L. You, D. Yuan, L. Lei, S. Sun, S. Chatzinotas, and B. Ottersten. “Resource optimization with load coupling in multi-cell NOMA”. IEEE Transactions on Wireless Communications, vol.17, no.7, 2018. [arXiv] [code] 

Optimizing non-orthogonal multiple access (NOMA) in multi-cell scenarios is much more challenging than the single-cell case because inter-cell interference must be considered. Most papers addressing NOMA consider a single cell. We take a significant step of analyzing NOMA in multi-cell scenarios. We explore the potential of NOMA networks in achieving optimal resource utilization with arbitrary topologies. Towards this goal, we investigate a broad class of problems consisting in optimizing power allocation and user pairing for any cost function that is monotonically increasing in time-frequency resource consumption. We propose an algorithm that achieves global optimality for this problem class. The basic idea is to prove that solving the joint optimization problem of power allocation, user pair selection, and time-frequency resource allocation amounts to solving a so-called iterated function without a closed form. We prove that the algorithm approaches optimality with fast convergence. Numerically, we evaluate and demonstrate the performance of NOMA for multi-cell scenarios in terms of resource efficiency and load balancing. 


A note that strengthens the result of this paper is as follows.

L. You and D. Yuan. “A note on decoding order in user grouping and power optimization for multi-cell NOMA with load coupling”. IEEE Transactions on Wireless Communications, vol.20 no.1, 2021. [arXiv]

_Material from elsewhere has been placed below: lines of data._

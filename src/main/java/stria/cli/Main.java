package stria.cli;

import java.io.PrintWriter;
import picocli.CommandLine;
import picocli.CommandLine.Command;
import stria.StriaException;

/** Entry point: parses the command line once and maps failures to exit codes (1 input/IO, 2 usage). */
@Command(name = "stria", mixinStandardHelpOptions = true, versionProvider = Main.Version.class,
        description = {
            "Finds the tandem repeats of assembled genomes, from homopolymers and microsatellites to satellite "
                + "arrays, perfect and imperfect, and writes them as BED and TSV.",
            "",
            "Results are research-grade. Repeat-expansion loci matter clinically: stria is not a diagnostic "
                + "test; defer to validated assays, licensed practice and local rules."},
        subcommands = {ScanCommand.class, CompareCommand.class, MergeCommand.class, PartitionCommand.class,
            ReportCommand.class, ShowCommand.class,
            CommandLine.HelpCommand.class})
public final class Main implements Runnable {
    public static final String VERSION = versionString();
    private static final String OUT_OF_MEMORY =
            "stria: out of memory; give the JVM more with STRIA_JAVA_OPTS=-Xmx..., or fewer --threads";

    @CommandLine.Spec
    CommandLine.Model.CommandSpec spec;

    static {
        // the report draws charts with AWT classes; no display is ever needed
        System.setProperty("java.awt.headless", "true");
        // htsjdk's own notices (e.g. about stream types while indexing) are not for our users' stderr
        htsjdk.samtools.util.Log.setGlobalLogLevel(htsjdk.samtools.util.Log.LogLevel.ERROR);
    }

    public static void main(String[] args) {
        // a process of its own: stdout failures can be told by their cause (see StandardOutput)
        stria.out.StandardOutput.useDescriptor();
        System.exit(run(args));
    }

    /** Runs the command line and returns the exit code (used by tests too). */
    public static int run(String... args) {
        CommandLine cl = commandLine();
        try {
            int code = cl.execute(args);
            if (code == 0 && System.out.checkError()) {
                // help, version or any text that went through System.out, whose errors it keeps to itself
                System.err.println("stria: cannot write standard output (closed, full or its reader gone)");
                return 1;
            }
            return code;
        } catch (OutOfMemoryError e) {
            // thrown on the main thread it passes the execution handler, which sees only exceptions
            System.err.println(OUT_OF_MEMORY);
            return 1;
        }
    }

    public static CommandLine commandLine() {
        CommandLine cl = new CommandLine(new Main());
        cl.setExecutionExceptionHandler(Main::onError);
        cl.setParameterExceptionHandler(Main::onUsageError);
        cl.setCaseInsensitiveEnumValuesAllowed(true);
        // every decimal option of every command, present and future: finite numbers only
        cl.registerConverter(Double.class, new FiniteNumber());
        cl.registerConverter(double.class, new FiniteNumber());
        cl.setUsageHelpLongOptionsMaxWidth(28);
        return cl;
    }

    @Override
    public void run() {
        throw new CommandLine.ParameterException(spec.commandLine(), "missing command: choose one of "
                + String.join(", ", spec.subcommands().keySet()));
    }

    /** A usage error: the message, the synopsis of the command, and where to read more (exit 2). */
    private static int onUsageError(CommandLine.ParameterException ex, String[] args) {
        CommandLine cmd = ex.getCommandLine();
        PrintWriter err = cmd.getErr();
        err.println("stria: " + ex.getMessage());
        CommandLine.UnmatchedArgumentException.printSuggestions(ex, err);
        err.print(cmd.getHelp().fullSynopsis());
        err.println("Try '" + cmd.getCommandSpec().qualifiedName() + " --help' for more information.");
        err.flush();
        return cmd.getCommandSpec().exitCodeOnInvalidInput();
    }

    private static int onError(Exception ex, CommandLine cl, CommandLine.ParseResult parsed) {
        boolean debug = Boolean.getBoolean("stria.debug") || CommonOptions.debug(cl);
        PrintWriter err = cl.getErr();
        if (ex instanceof StriaException) {
            err.println("stria: " + oneLine(ex.getMessage()));
        } else if (ex instanceof java.io.UncheckedIOException || ex instanceof htsjdk.samtools.util.RuntimeIOException) {
            err.println("stria: I/O error: " + StriaException.describe(ex));
        } else if (ex.getCause() instanceof OutOfMemoryError) {
            err.println(OUT_OF_MEMORY);
        } else {
            err.println("stria: internal error: " + oneLine(ex.toString()) + (debug ? "" : " (run with --debug for details)"));
        }
        if (debug) {
            ex.printStackTrace(err);
        }
        err.flush();
        return 1;
    }

    /** A message is one line even when a name in it holds a line break (a file name may). */
    static String oneLine(String message) {
        return message == null ? "" : message.replace("\r", "\\r").replace("\n", "\\n");
    }

    private static String versionString() {
        String v = Main.class.getPackage().getImplementationVersion();
        return v == null ? "0.1.0-dev" : v;
    }

    static final class Version implements CommandLine.IVersionProvider {
        @Override
        public String[] getVersion() {
            return new String[] {"stria " + VERSION, "Java " + System.getProperty("java.version")};
        }
    }
}
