package stria.cli;

import java.io.OutputStream;
import java.util.ArrayList;
import java.util.HashMap;
import java.util.List;
import java.util.Map;
import java.util.concurrent.Callable;
import java.util.function.Consumer;
import picocli.CommandLine;
import picocli.CommandLine.Command;
import picocli.CommandLine.Option;
import picocli.CommandLine.Parameters;
import stria.StriaException;
import stria.io.ContigBytes;
import stria.io.ContigInfo;
import stria.io.GenomeReader;
import stria.io.Region;
import stria.out.AtomicOutputs;
import stria.out.ResultHeader;
import stria.out.ResultWriter;
import stria.out.Tabix;
import stria.pipeline.GenomeScan;
import stria.pipeline.Progress;
import stria.pipeline.ScanSettings;
import stria.pipeline.ScanUnit;
import stria.score.Locus;
import stria.score.ScoreSettings;
import stria.shard.ContigSpan;
import stria.shard.Partition;
import stria.shard.Piece;
import stria.shard.Shard;
import stria.out.MaskedFastaWriter;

L. You, Q. Liao, N. Pappas, and D. Yuan. “Resource Optimization with Flexible Numerology and Frame Structure for Heterogeneous Services”. IEEE Communications Letters, vol.22, no.12, 2018. [arXiv] [code]

We explore the potential of optimizing resource allocation with flexible numerology in frequency domain and variable frame structure in time domain, in presence of services with different types of requirements. We analyze the computational complexity and propose a scalable optimization algorithm based on searching in both the primal space and dual space that are complementary to each other. Numerical results show significant advantages of adopting flexibility in both time and frequency domains for capacity enhancement and meeting the requirements of mission critical services.

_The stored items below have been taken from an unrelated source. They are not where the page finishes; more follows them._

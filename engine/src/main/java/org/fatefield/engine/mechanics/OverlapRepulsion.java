package org.fatefield.engine.mechanics;

import java.util.Arrays;
import org.fatefield.engine.cell.Cell;
import org.fatefield.engine.cell.CellPopulation;
import org.fatefield.engine.domain.Domain;
import org.fatefield.engine.parallel.BlockParallel;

L. You and D. Yuan. “User-centric performance optimization with remote radio head cooperation in C-RAN”, IEEE Transactions on Wireless Communications, vol.19, no.1, 2019. [arXiv]

In a cloud radio access network (C-RAN), distributed remote radio heads (RRHs) are coordinated by baseband units (BBUs) in the cloud. The centralization of signal processing provides flexibility for coordinated multi-point transmission (CoMP) of RRHs to cooperatively serve user equipments (UEs). We target enhancing UEs' capacity performance, by jointly optimizing the selection of RRHs for serving UEs, i.e., resource allocation (and CoMP selection). We analyze the computational complexity of the problem. Next, we prove that under fixed CoMP selection, the optimal resource allocation amounts to solving a so-called iterated function. Towards user-centric network optimization, we propose an algorithm for the joint optimization problem, aiming at maximumly scaling up the capacity for any target UE group of interest. The proposed algorithm enables network-level performance evaluation for quality of experience.